Denia community leader Christakis Panayiotou appeared on local television on Monday saying the Turkish military had constructed a new post in the area where Greek Cypriot farmers are known to make use of farmland in the UN buffer zone in Denia, Nicosia district.
The guard post appeared to have been constructed on above-grade concrete, with Panayiotou telling AlphaNews Live that they got wind of the activity days earlier when they saw the construction of an above-grade concrete but they had no clue what was going on.
An old post reportedly had been abandoned in the same area where Greek Cypriot farmers obtained UN permits to use the land within specific boundaries.
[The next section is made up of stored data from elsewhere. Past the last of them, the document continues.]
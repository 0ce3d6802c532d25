/** Queries of the plant page, the milestone log and their API. Queries only. */
import { and, asc, eq } from 'drizzle-orm';
import { alias } from 'drizzle-orm/pg-core';
import { db } from '../db';
import { climateProfiles, cultivars, milestones, planSteps, plants, users } from '../db/schema';
import type { Conn } from '../db/tx';

export type MilestoneRow = typeof milestones.$inferSelect;
export type PlantRow = typeof plants.$inferSelect;

const parent = alias(plants, 'parent');
const parentCultivar = alias(cultivars, 'parent_cultivar');

export const plantRepository = {
	connection: db as Conn,
	transaction: <T>(fn: (tx: Parameters<Parameters<typeof db.transaction>[0]>[0]) => Promise<T>) => db.transaction(fn),

	/** The plant with the names the page shows. */
	plant: async (id: number, c: Conn = db) =>
		(
			await c
				.select({
					plant: plants,
					cultivarName: cultivars.name,
					cultivarSlug: cultivars.slug,
					climateName: climateProfiles.name,
					climateSlug: climateProfiles.slug,
					gardenerName: users.name
				})
				.from(plants)
				.innerJoin(cultivars, eq(cultivars.id, plants.cultivarId))
				.leftJoin(climateProfiles, eq(climateProfiles.id, plants.climateProfileId))
				.leftJoin(users, eq(users.id, plants.gardenerId))
				.where(eq(plants.id, id))
		)[0],

	/** The mat a plant was divided from, and the plants divided from it. */
	family: async (plantId: number, parentId: number | null, c: Conn = db) => {
		const children = await c
			.select({ id: plants.id, plantedOn: plants.plantedOn, cultivarName: cultivars.name, archivedAt: plants.archivedAt })
			.from(plants)
			.innerJoin(cultivars, eq(cultivars.id, plants.cultivarId))
			.where(eq(plants.parentPlantId, plantId))
			.orderBy(asc(plants.plantedOn), asc(plants.id));
		const parents =
			parentId === null
				? []
				: await c
						.select({ id: parent.id, plantedOn: parent.plantedOn, cultivarName: parentCultivar.name, gardenerId: parent.gardenerId })
						.from(parent)
						.innerJoin(parentCultivar, eq(parentCultivar.id, parent.cultivarId))
						.where(eq(parent.id, parentId));
		return { parent: parents[0] ?? null, children };
	},

	steps: (plantId: number, c: Conn = db) => c.select().from(planSteps).where(eq(planSteps.plantId, plantId)).orderBy(asc(planSteps.likely), asc(planSteps.id)),

	milestones: (plantId: number, c: Conn = db) =>
		c.select().from(milestones).where(eq(milestones.plantId, plantId)).orderBy(asc(milestones.on), asc(milestones.id)),

	milestone: async (plantId: number, milestoneId: number, c: Conn = db) =>
		(await c.select().from(milestones).where(and(eq(milestones.plantId, plantId), eq(milestones.id, milestoneId))))[0],

	/** The milestone a photo belongs to, with its plant's gardener: who may see the photo. */
	milestoneOfPhoto: async (uploadId: number, c: Conn = db) =>
		(
			await c
				.select({ plantId: milestones.plantId, gardenerId: plants.gardenerId })
				.from(milestones)
				.innerJoin(plants, eq(plants.id, milestones.plantId))
				.where(eq(milestones.photoId, uploadId))
		)[0],

	insertMilestone: async (c: Conn, values: typeof milestones.$inferInsert) => (await c.insert(milestones).values(values).returning())[0]!,
	updateMilestone: async (c: Conn, id: number, values: Partial<typeof milestones.$inferInsert>) =>
		(await c.update(milestones).set({ ...values, updatedAt: new Date() }).where(eq(milestones.id, id)).returning())[0]!,
	deleteMilestone: (c: Conn, id: number) => c.delete(milestones).where(eq(milestones.id, id)),

	updatePlant: (c: Conn, id: number, values: Partial<typeof plants.$inferInsert>) => c.update(plants).set(values).where(eq(plants.id, id)),
	insertPlant: async (c: Conn, values: typeof plants.$inferInsert) => (await c.insert(plants).values(values).returning())[0]!
};
export type PlantRepository = typeof plantRepository;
The community leader said the construction of a new guard post was unlawful and the two soldiers manning the station were in breach of the status quo within the buffer zone.
But UNFICYP on Sunday wrote on Twitter that “this incident is not inside the UN buffer zone.”
'The Turks, because they are claiming these fields, now it appears that they want to have Turkish soldiers to watch them all day' Panayiotou said
“Unauthorised construction activity is always protested with the opposing forces,” UNFICYP said, adding that they were monitoring the area closely.
But locals say there are difficulties in delimiting the area in a precise way.
Panayiotou said fields in the area had been sown by Greek Cypriots with subsidies from a state agency in the Republic of Cyprus, adding that some two years ago Turkish Cypriot farmers who claimed use of the land had come to collect the harvest.
“The Turks, because they are claiming these fields, now it appears that they want to have Turkish soldiers to watch them all day,” Panayiotou said.
The Turkish side maintains that the Greek Cypriot farmer in question had entered areas beyond the point where he was allowed by a UN permit, a claim that Panayiotou has disputed.
One of the alleged incidents took place in late August, when the farmer recorded a video showing armed soldiers in a distance walking towards him as he drove away.
UN regulations prohibit military personnel from the two communities to enter the buffer zone while armed.
UNFICYP officers have addressed multiple such incidents that had been “resolved peacefully” while it was never established that Turkish soldiers had entered the buffer zone.
A UN report in July 2022 said “most of these incidents were triggered by Greek Cypriot farmers moving close to the northern ceasefire line, and sometimes beyond it, triggering a hostile reaction by the Turkish or Turkish Cypriot forces, which, in turn, on occasion moved temporarily into the buffer zone.”